══ PROVIDED RECORDS ══

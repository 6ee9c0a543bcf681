// Room "numeric": the noncentral t distribution in log space, and quadrature.
#pragma once

#include <cstddef>
#include <span>

namespace steelyard::numeric {

/// log f(t; df, ncp), density of the noncentral t. Domain: df ≥ 1, t and ncp finite, |ncp| ≤ 1e6,
/// |t| ≤ 1e6 (NaN outside). Accuracy: 1e-12 relative, absolute where |log f| < 1, for df ≤ 1e9,
/// |ncp| ≤ 1e3, |t| ≤ 1e4; a few ulp at ncp = 0. See docs/numeric.md.
[[nodiscard]] double log_noncentral_t_density(double t, double df, double ncp);

/// log P(T ≤ t) and log P(T > t); each accurate where it is small. t may be infinite.
[[nodiscard]] double log_noncentral_t_cdf(double t, double df, double ncp);
[[nodiscard]] double log_noncentral_t_upper(double t, double df, double ncp);

/// log P(low < T ≤ high) without cancellation; ends may be infinite; -infinity when low ≥ high.
[[nodiscard]] double log_noncentral_t_band(double low, double high, double df, double ncp);

/// out[j] += log f(t; df, ncp_per_mean·means[j]); the fast inner kernel, same bits on every
/// instruction set. df ≥ 1.
void add_log_noncentral_t(double t, double df, double ncp_per_mean, std::span<const double> means,
                          std::span<double> out);

/// Student's t (central): P(T ≤ t), P(T > t), two-sided p, and the t with upper tail probability q.
/// Thin wrappers around Boost.Math with these domains: df > 0, 0 < q < 1.
[[nodiscard]] double student_t_cdf(double t, double df);
[[nodiscard]] double student_t_upper(double t, double df);
[[nodiscard]] double student_t_two_sided(double t, double df);
[[nodiscard]] double student_t_upper_quantile(double q, double df);
/// Standard Normal: P(Z ≤ z), P(Z > z), upper quantile, log density, log P(Z > z).
[[nodiscard]] double normal_cdf(double z);
[[nodiscard]] double normal_upper(double z);
[[nodiscard]] double normal_upper_quantile(double q);
[[nodiscard]] double log_normal_upper(double z);

/// log(exp(a) + exp(b)), exact at infinities.
[[nodiscard]] double log_add(double a, double b);
/// log(exp(a) − exp(b)) for a ≥ b.
[[nodiscard]] double log_subtract(double a, double b);

}  // namespace steelyard::numeric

═══

== AIM OF THE EXERCISE ==
Retype, exactly and in full, the lines above from the one containing "0. See docs/numeric.md." through the one containing "[[nodiscard]] double student_t_upper_quantile(double".

== ANSWER TO THIS PROBLEM ==
/// |ncp| ≤ 1e3, |t| ≤ 1e4; a few ulp at ncp = 0. See docs/numeric.md.
[[nodiscard]] double log_noncentral_t_density(double t, double df, double ncp);

/// log P(T ≤ t) and log P(T > t); each accurate where it is small. t may be infinite.
[[nodiscard]] double log_noncentral_t_cdf(double t, double df, double ncp);
[[nodiscard]] double log_noncentral_t_upper(double t, double df, double ncp);

/// log P(low < T ≤ high) without cancellation; ends may be infinite; -infinity when low ≥ high.
[[nodiscard]] double log_noncentral_t_band(double low, double high, double df, double ncp);

/// out[j] += log f(t; df, ncp_per_mean·means[j]); the fast inner kernel, same bits on every
/// instruction set. df ≥ 1.
void add_log_noncentral_t(double t, double df, double ncp_per_mean, std::span<const double> means,
                          std::span<double> out);

/// Student's t (central): P(T ≤ t), P(T > t), two-sided p, and the t with upper tail probability q.
/// Thin wrappers around Boost.Math with these domains: df > 0, 0 < q < 1.
[[nodiscard]] double student_t_cdf(double t, double df);
[[nodiscard]] double student_t_upper(double t, double df);
[[nodiscard]] double student_t_two_sided(double t, double df);
[[nodiscard]] double student_t_upper_quantile(double q, double df);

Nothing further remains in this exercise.